Saved entries:

====================

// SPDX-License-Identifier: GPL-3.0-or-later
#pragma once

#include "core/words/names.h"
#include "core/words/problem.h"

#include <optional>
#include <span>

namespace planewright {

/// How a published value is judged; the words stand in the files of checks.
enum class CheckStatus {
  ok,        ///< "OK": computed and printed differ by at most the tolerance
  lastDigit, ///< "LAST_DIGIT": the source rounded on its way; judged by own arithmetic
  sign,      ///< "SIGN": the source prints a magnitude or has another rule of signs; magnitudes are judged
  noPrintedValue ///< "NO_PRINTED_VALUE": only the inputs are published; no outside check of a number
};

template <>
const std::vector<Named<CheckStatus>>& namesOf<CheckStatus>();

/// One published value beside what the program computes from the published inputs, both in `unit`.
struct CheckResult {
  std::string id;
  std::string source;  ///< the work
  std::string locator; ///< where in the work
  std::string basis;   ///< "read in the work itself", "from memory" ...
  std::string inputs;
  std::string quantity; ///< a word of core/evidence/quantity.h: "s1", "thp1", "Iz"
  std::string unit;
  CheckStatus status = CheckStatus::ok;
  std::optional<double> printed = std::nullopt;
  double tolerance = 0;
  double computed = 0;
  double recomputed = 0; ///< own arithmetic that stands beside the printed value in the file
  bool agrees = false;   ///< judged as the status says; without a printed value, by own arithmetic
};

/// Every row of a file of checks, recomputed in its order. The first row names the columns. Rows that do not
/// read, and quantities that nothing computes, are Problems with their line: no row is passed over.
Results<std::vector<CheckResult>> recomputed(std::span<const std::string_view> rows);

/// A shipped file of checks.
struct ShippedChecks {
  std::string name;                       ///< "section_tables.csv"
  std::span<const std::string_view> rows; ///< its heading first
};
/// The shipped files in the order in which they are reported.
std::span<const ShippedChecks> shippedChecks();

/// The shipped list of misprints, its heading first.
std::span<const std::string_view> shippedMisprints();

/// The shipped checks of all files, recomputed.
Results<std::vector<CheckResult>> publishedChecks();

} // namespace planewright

====================

Problem description:
Reproduce each record exactly as it appears.

Answer to the problem:
// SPDX-License-Identifier: GPL-3.0-or-later
#pragma once

#include "core/words/names.h"
#include "core/words/problem.h"

#include <optional>
#include <span>

namespace planewright {

/// How a published value is judged; the words stand in the files of checks.
enum class CheckStatus {
  ok,        ///< "OK": computed and printed differ by at most the tolerance
  lastDigit, ///< "LAST_DIGIT": the source rounded on its way; judged by own arithmetic
  sign,      ///< "SIGN": the source prints a magnitude or has another rule of signs; magnitudes are judged
  noPrintedValue ///< "NO_PRINTED_VALUE": only the inputs are published; no outside check of a number
};

template <>
const std::vector<Named<CheckStatus>>& namesOf<CheckStatus>();

/// One published value beside what the program computes from the published inputs, both in `unit`.
struct CheckResult {
  std::string id;
  std::string source;  ///< the work
  std::string locator; ///< where in the work
  std::string basis;   ///< "read in the work itself", "from memory" ...
  std::string inputs;
  std::string quantity; ///< a word of core/evidence/quantity.h: "s1", "thp1", "Iz"
  std::string unit;
  CheckStatus status = CheckStatus::ok;
  std::optional<double> printed = std::nullopt;
  double tolerance = 0;
  double computed = 0;
  double recomputed = 0; ///< own arithmetic that stands beside the printed value in the file
  bool agrees = false;   ///< judged as the status says; without a printed value, by own arithmetic
};

/// Every row of a file of checks, recomputed in its order. The first row names the columns. Rows that do not
/// read, and quantities that nothing computes, are Problems with their line: no row is passed over.
Results<std::vector<CheckResult>> recomputed(std::span<const std::string_view> rows);

/// A shipped file of checks.
struct ShippedChecks {
  std::string name;                       ///< "section_tables.csv"
  std::span<const std::string_view> rows; ///< its heading first
};
/// The shipped files in the order in which they are reported.
std::span<const ShippedChecks> shippedChecks();

/// The shipped list of misprints, its heading first.
std::span<const std::string_view> shippedMisprints();

/// The shipped checks of all files, recomputed.
Results<std::vector<CheckResult>> publishedChecks();

} // namespace planewright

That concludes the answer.